As for how to calculate $!5=44$, the linked wikipedia article has plenty of information on this. Your pictured solution went through the trouble of finding exactly one match, exactly two matches, etc... which is tedious and has strong chance of making a mistake. Further, it glosses over how to have found the $9,2,1,0,1$ that appear in the products which leads exactly to your question here. These numbers happen to be $!4, !3, !2, !1,$ and $!0$ respectively, but the solution makes no mention how these were found and one can only guess that the author of the solution found them by brute force (which isn't so bad for $!3, !2, !1, !0$ but for $!4$ this really should have been explained in greater detail)

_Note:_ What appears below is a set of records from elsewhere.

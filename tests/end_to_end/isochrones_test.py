#!/usr/bin/python3
"""What runs off within isochrone bands: every flow found again from the hand-over table and the rain alone, and parts that add up."""
import json
import subprocess
import unittest

import numpy as np
from osgeo import ogr

from peaks_test import demo_with_peaks, intensity
from support import COMMAND, CommandTest, DemoTest, class_folder, table

YEARS = 10


class Runoff(unittest.TestCase):
    @classmethod
    def setUpClass(cls):
        folder = class_folder(cls, "test")
        demo_with_peaks(folder, more='isochrones = "7 min"\n')
        cls.folder = folder / "town/result"
        cls.tables = {name: table(cls.folder / f"tables/{name}.csv") for name in ("handover", "outlets", "peaks", "time_area")}
        cls.bands = [f["properties"] for f in json.loads((cls.folder / "isochrones.geojson").read_text())["features"]]

    def bands_of(self, scope, point):
        return sorted((b for b in self.bands if b["of"] == scope and b["point"] == point), key=lambda b: b["from_min"])

    def test_every_flow_is_found_again_from_the_handover_table_and_the_rain_alone(self):
        by_hand = {r["subarea"]: r for r in self.tables["handover"]}
        greatest = {("catchment", r["name"]): float(r["greatest_time_min"]) for r in self.tables["outlets"]}
        greatest |= {("subarea", name): float(r["own_time_s"]) / 60 for name, r in by_hand.items()}
        for scope, point in sorted({(b["of"], b["point"]) for b in self.bands}):
            running = 0.0
            for band in self.bands_of(scope, point):
                ca = sum(float(by_hand[p["subarea"]][f"runoff_coefficient_with_factor_{YEARS}yr"]) * p["area_m2"] for p in band["subareas"])
                running += ca
                minutes = min(band["to_min"], greatest[scope, point])
                flow = running * intensity(YEARS, minutes) / 3.6e6
                where = (scope, point, band["from_min"])
                self.assertAlmostEqual(band["ca_m2"], ca, delta=1e-6 * ca + 0.2, msg=where)
                self.assertAlmostEqual(band["ca_until_m2"], running, delta=1e-6 * running + 1, msg=where)
                self.assertAlmostEqual(band["rain_duration_min"], minutes, delta=6e-4, msg=where)
                self.assertAlmostEqual(band["intensity_mm_per_h"], intensity(YEARS, minutes), delta=0.01, msg=where)
                self.assertAlmostEqual(band["flow_m3_per_s"], flow, delta=1e-4 * flow + 1e-6, msg=where)
                self.assertEqual(band["return_period_years"], YEARS)

    def test_parts_add_up_to_the_band_and_bands_to_the_catchment(self):
        areas = {r["name"]: float(r["area_ha"]) for r in self.tables["outlets"]}
        own = {r["name"]: float(r["own_area_ha"]) for r in self.tables["outlets"]}
        for band in self.bands:
            self.assertAlmostEqual(sum(p["area_m2"] for p in band["subareas"]), band["area_m2"], delta=0.06 * len(band["subareas"]))
        for scope, point in {(b["of"], b["point"]) for b in self.bands}:
            whole = (areas if scope == "catchment" else own)[point]
            self.assertAlmostEqual(sum(b["area_m2"] for b in self.bands_of(scope, point)) / 1e4, whole, delta=1e-4 * whole)

    def test_parts_of_a_subarea_over_all_bands_are_the_subarea(self):
        own = {r["name"]: float(r["own_area_ha"]) for r in self.tables["outlets"]}
        found = dict.fromkeys(own, 0.0)
        for band in self.bands:
            for part in band["subareas"] if band["of"] == "catchment" else ():
                found[part["subarea"]] += part["area_m2"] / 1e4
        for name, area in own.items():
            self.assertAlmostEqual(found[name], area, delta=1e-4 * area + 1e-4)

    def test_the_last_band_of_a_catchment_gives_the_peak_of_its_whole_area(self):
        peaks = {r["point"]: float(r["whole_area_peak_m3_per_s"]) for r in self.tables["peaks"] if float(r["return_period_years"]) == YEARS}
        for point in {b["point"] for b in self.bands if b["of"] == "catchment"}:
            self.assertAlmostEqual(self.bands_of("catchment", point)[-1]["flow_m3_per_s"], peaks[point], delta=2e-4 * peaks[point])

    def test_rain_translated_through_the_bands_keeps_its_volume(self):
        """Three stretches of rain, each as long as a band, on the C·A of each band: what flows off is their depth on all C·A of the subareas."""
        step_min, rain_mm = 7, np.array([2.0, 5.0, 1.0])
        ca = {r["subarea"]: 1e4 * float(r[f"ca_{YEARS}yr_ha"]) for r in self.tables["handover"]}
        for point in sorted({b["point"] for b in self.bands if b["of"] == "catchment"}):
            bands = self.bands_of("catchment", point)
            self.assertEqual([b["from_min"] for b in bands], [step_min * k for k in range(len(bands))])
            arriving = np.diff([0.0] + [b["ca_until_m2"] for b in bands])
            flow = np.convolve(rain_mm / 1000 / (60 * step_min), arriving)  # m3/s at the end of each stretch
            subareas = {p["subarea"] for b in bands for p in b["subareas"]}
            expected = rain_mm.sum() / 1000 * sum(ca[s] for s in subareas)
            self.assertAlmostEqual(flow.sum() * 60 * step_min / expected, 1, delta=1e-4, msg=point)

    def test_the_printed_search_holds_all_c_a_of_its_point(self):
        for peak in self.tables["peaks"]:
            rows = [r for r in self.tables["time_area"] if all(r[c] == peak[c] for c in ("point", "return_period_years"))]
            ca = float(peak["area_ha"]) * float(peak["runoff_coefficient_with_factor"])
            self.assertAlmostEqual(sum(float(r["arriving_since_ca_ha"]) for r in rows) / ca, 1, delta=1e-4)
            self.assertAlmostEqual(float(rows[-1]["arrived_ca_ha"]) / ca, 1, delta=1e-4)

    def test_the_layer_says_the_same(self):
        source = ogr.Open(str(self.folder / "study.gpkg"))
        layer = source.GetLayerByName("isochrones")
        by_key = {(b["of"], b["point"], b["from_min"]): b for b in self.bands}
        self.assertEqual(layer.GetFeatureCount(), len(self.bands))
        for feature in layer:
            band = by_key[feature["of"], feature["point"], feature["from_min"]]
            for field in ("ca_m2", "ca_until_m2", "rain_duration_min", "intensity_mm_per_h", "flow_m3_per_s", "return_period_years"):
                self.assertAlmostEqual(feature[field], band[field], delta=1e-6 * abs(band[field]))
            self.assertEqual(feature["subareas"], "; ".join(f"{p['subarea']} {p['area_m2']:.1f}" for p in band["subareas"]))


class Asked(unittest.TestCase):
    """So many bands in place of a step, the catchments of two points besides, one above the other, and smoothed borders."""

    @classmethod
    def setUpClass(cls):
        folder = class_folder(cls, "test")
        demo_with_peaks(folder)
        town = folder / "town"
        base = (town / "peaks.toml").read_text()
        asked = 'isochrones = "9 bands"\nisochrone_catchments = ["Mill bridge", "Market footbridge"]\n'
        cls.said = {}
        for name, more in {"cells": asked, "smooth": asked + 'isochrone_borders = "smoothed"\n', "steps": 'isochrones = "10 min"\n'}.items():
            (town / f"{name}.toml").write_text(base.replace("[output]", f'[output]\nfolder = "{name}"') + more)
            cls.said[name] = subprocess.run([COMMAND, "run", town / f"{name}.toml"], check=True, capture_output=True, text=True).stderr
        cls.town = town

    def features(self, name):
        return json.loads((self.town / name / "isochrones.geojson").read_text())["features"]

    def layer(self, name):
        self.source = ogr.Open(str(self.town / name / "study.gpkg"))
        return self.source.GetLayerByName("isochrones")

    def test_the_step_is_the_shortest_round_one_for_so_many_bands_and_is_said(self):
        steps = {f["properties"]["to_min"] - f["properties"]["from_min"] for f in self.features("cells")}
        self.assertEqual(steps, {10.0})
        self.assertEqual(json.loads((self.town / "cells/result.json").read_text())["parameters"]["isochrones"],
                         {"step_min": 10.0, "bands_at_most": 9, "catchments": ["Mill bridge", "Market footbridge"], "borders": "cells"})
        self.assertIn("isochrones: every 10 min, the shortest round step that gives at most 9 bands", self.said["cells"])
        self.assertNotIn("isochrones:", self.said["steps"])
        self.assertLessEqual(max(f["properties"]["to_min"] for f in self.features("cells")), 90)

    def test_but_for_the_catchments_asked_for_all_is_as_with_that_step_stated(self):
        others = [f for f in self.features("cells") if f["properties"]["of"] == "subarea" or f["properties"]["point"] not in ("Mill bridge", "Market footbridge")]
        self.assertEqual(others, self.features("steps"))

    def test_catchments_asked_for_have_the_areas_and_parts_of_all_that_drains_to_them(self):
        outlets = {r["name"]: r for r in table(self.town / "cells/tables/outlets.csv")}
        for point in ("Mill bridge", "Market footbridge"):
            bands = [f["properties"] for f in self.features("cells") if f["properties"]["of"] == "catchment" and f["properties"]["point"] == point]
            area = sum(b["area_m2"] for b in bands) / 1e4
            self.assertAlmostEqual(area, float(outlets[point]["area_ha"]), delta=1e-4 * area)
            self.assertEqual(bands[-1]["share_until"], 1.0)
            self.assertEqual(bands[-1]["to_min"], 10 * (int(float(outlets[point]["greatest_time_min"]) / 10) + 1))
            for band in bands:
                self.assertAlmostEqual(sum(p["area_m2"] for p in band["subareas"]), band["area_m2"], delta=0.06 * len(band["subareas"]))
            self.assertAlmostEqual(bands[-1]["rain_duration_min"], float(outlets[point]["greatest_time_min"]), delta=6e-4)

    def test_smoothed_borders_are_shared_and_leave_the_areas_nearly_as_they_were(self):
        cells = {(f["of"], f["point"], f["from_min"]): f.GetGeometryRef().Clone() for f in self.layer("cells")}
        cell = 2.0   # metres
        sums = {}
        buffered = 0
        for feature in self.layer("smooth"):
            key = feature["of"], feature["point"], feature["from_min"]
            shape = feature.GetGeometryRef()
            self.assertTrue(shape.IsValid(), key)
            corners = sum(ring.GetPointCount() - 1 for polygon in cells[key] for ring in polygon)
            self.assertLessEqual(abs(shape.GetArea() - cells[key].GetArea()), corners * cell**2 / 8, key)
            if corners < 300:   # a buffer of more corners takes long
                self.assertLessEqual(shape.Difference(cells[key].Buffer(0.36 * cell)).GetArea(), 1e-6, key)
                buffered += 1
            self.assertEqual(feature["borders"], "smoothed")
            if feature["point"] in ("Market footbridge", "School inlet"):
                sums.setdefault(key[:2], []).append(shape.Clone())
        self.assertGreater(buffered, 5)
        self.assertEqual(len(sums), 3)   # one subarea and both of the footbridge
        for key, shapes in sums.items():
            whole = ogr.Geometry(ogr.wkbMultiPolygon)
            for shape in shapes:
                for polygon in shape:
                    whole.AddGeometry(polygon)
            together = whole.UnionCascaded().GetArea()
            self.assertAlmostEqual(together, sum(shape.GetArea() for shape in shapes), delta=1e-6 * together, msg=key)

    def test_the_layer_says_that_it_is_smoothed(self):
        self.assertIn("smoothed", self.layer("smooth").GetMetadataItem("DESCRIPTION") or "")
        self.assertNotIn("smoothed", self.layer("cells").GetMetadataItem("DESCRIPTION") or "")
        self.assertIn("smoothed", json.loads((self.town / "smooth/isochrones.geojson").read_text())["description"])


class WhatPipesChange(unittest.TestCase):
    def test_layer_and_report_say_that_stated_times_are_not_in_the_bands(self):
        folder = class_folder(type(self), "test")
        demo_with_peaks(folder, overrides="point,way_time\nSchool inlet,3 min\n", more='isochrones = "10 min"\n')
        result = folder / "town/result"
        text = json.loads((result / "isochrones.geojson").read_text())
        self.assertIn("over the ground", text["description"])
        source = ogr.Open(str(result / "study.gpkg"))   # a layer ends with its source
        self.assertIn("over the ground", source.GetLayerByName("isochrones").GetMetadataItem("DESCRIPTION"))
        self.assertIn("over the ground: what pipes and stated times change is not in them", (result / "report.html").read_text())
        stated = {f["properties"]["point"]: f["properties"]["stated_above"] for f in text["features"]}
        self.assertEqual(stated["School inlet"], "School inlet (way)")
        self.assertIn(None, stated.values())


class Wrongly(CommandTest):
    def study(self, output):
        study = self.folder / "town/study.toml"
        if not study.exists():
            self.done("demo", "town")
            self.written = study.read_text()
        study.write_text(self.written.replace('isochrones = "10 min"', output))
        return "town/study.toml"

    def test_a_point_that_is_not_there_is_refused_with_the_nearest_name(self):
        study = self.study('isochrones = "10 min"\nisochrone_catchments = ["Mil bridge"]')
        self.refused(1, "run", study, says=("isochrone_catchments", "'Mil bridge'", "did you mean Mill bridge?"))
        check = self.rillclock("check", study)
        self.assertEqual(check.returncode, 1)
        self.assertIn("did you mean Mill bridge?", check.stderr)

    def test_so_many_bands_are_a_whole_number_from_one(self):
        for bad in ("0 bands", "2.5 bands", "some bands", "1001 bands", "-3 bands"):
            with self.subTest(bad):
                self.refused(1, "check", self.study(f'isochrones = "{bad}"'), says=("output.isochrones", "12 bands"))

    def test_more_bands_than_the_bound_are_refused_and_check_says_so_before(self):
        study = self.study('isochrones = "1 s"')
        check = self.rillclock("check", study)
        self.assertEqual(check.returncode, 0)
        self.assertIn("isochrones: every 1 s; at most 10000 bands", check.stdout)
        self.assertIn("will be refused where they are too many", check.stderr)
        self.refused(1, "run", study, says=("every 1 s", "more than 10000 bands", '"12 bands"'))
        check = self.rillclock("check", self.study('isochrones = "5 min"'))
        self.assertIn("isochrones: every 5 min; at most 10000 bands", check.stdout)
        self.assertNotIn("too many", check.stderr)

    def test_smoothing_without_isochrones_is_refused(self):
        self.refused(1, "run", self.study('isochrone_borders = "smoothed"'), says=("asks for none", 'isochrones = "5 min"'))


class WithoutRunoff(DemoTest):
    with_isochrones = True

    def test_fields_are_null_where_the_study_has_no_rain_by_duration(self):
        source = ogr.Open(str(self.kept / "town/result/study.gpkg"))
        layer = source.GetLayerByName("isochrones")
        features = json.loads((self.kept / "town/result/isochrones.geojson").read_text())["features"]
        self.assertGreater(len(features), 20)
        for field in ("ca_m2", "ca_until_m2", "rain_duration_min", "intensity_mm_per_h", "flow_m3_per_s", "return_period_years"):
            self.assertTrue(all(f["properties"][field] is None for f in features))
            self.assertTrue(all(f[field] is None for f in layer))
        self.assertTrue(all(f["properties"]["subareas"] for f in features))


if __name__ == "__main__":
    unittest.main()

A better way to do this directly with little to no knowledge of derangements would have been with inclusion-exclusion over the events where the first card matched, the second card matched, etc... At least one card matching would have been given by $\sum\limits_{k=1}^5 \left(-1\right)^{k+1}\binom{5}{k}(5-k)!$ which amounts to $120-60+20-5+1=76$ and subtracting this away from $120$ to give the number of arrangements with no matches would have been $120-76=44$, as found before. This inclusion-exclusion argument leads to one of the common methods to calculate the number of derangements which is outlined further in the linked wikipedia article. There are faster ways to do this which require a bit more theory to understand, also outlined in the article.


Now, as for part (b), the only thing to recognize is that this will follow a binomial distribution and you can use the well known results for that.